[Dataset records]
=== Begin Enclosure ===

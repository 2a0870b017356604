"""A minimal progress bar on stderr, shown only when stderr is a terminal."""

from __future__ import annotations

import sys
import time
from typing import TextIO

__all__ = ["ProgressBar"]


class ProgressBar:
    """Call with ``(done, total)``; prints a bar on a terminal, nothing in pipes or CI."""

    def __init__(self, label: str, stream: TextIO | None = None, min_interval_s: float = 0.1) -> None:
        self.label = label
        self.stream = stream if stream is not None else sys.stderr
        self.enabled = bool(getattr(self.stream, "isatty", lambda: False)())
        self._last = 0.0
        self._min = min_interval_s

    def __call__(self, done: int, total: int) -> None:
        if not self.enabled:
            return
        now = time.monotonic()
        if done < total and now - self._last < self._min:
            return
        self._last = now
        width = 30
        filled = int(width * done / max(total, 1))
        self.stream.write(f"\r{self.label} [{'#' * filled}{'.' * (width - filled)}] {done}/{total}")
        if done >= total:
            self.stream.write("\n")
        self.stream.flush()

=== End Enclosure ===

*To do*. For every line above in which the string "import" appears, add one; please give the final count and nothing else.

*The answer*. 4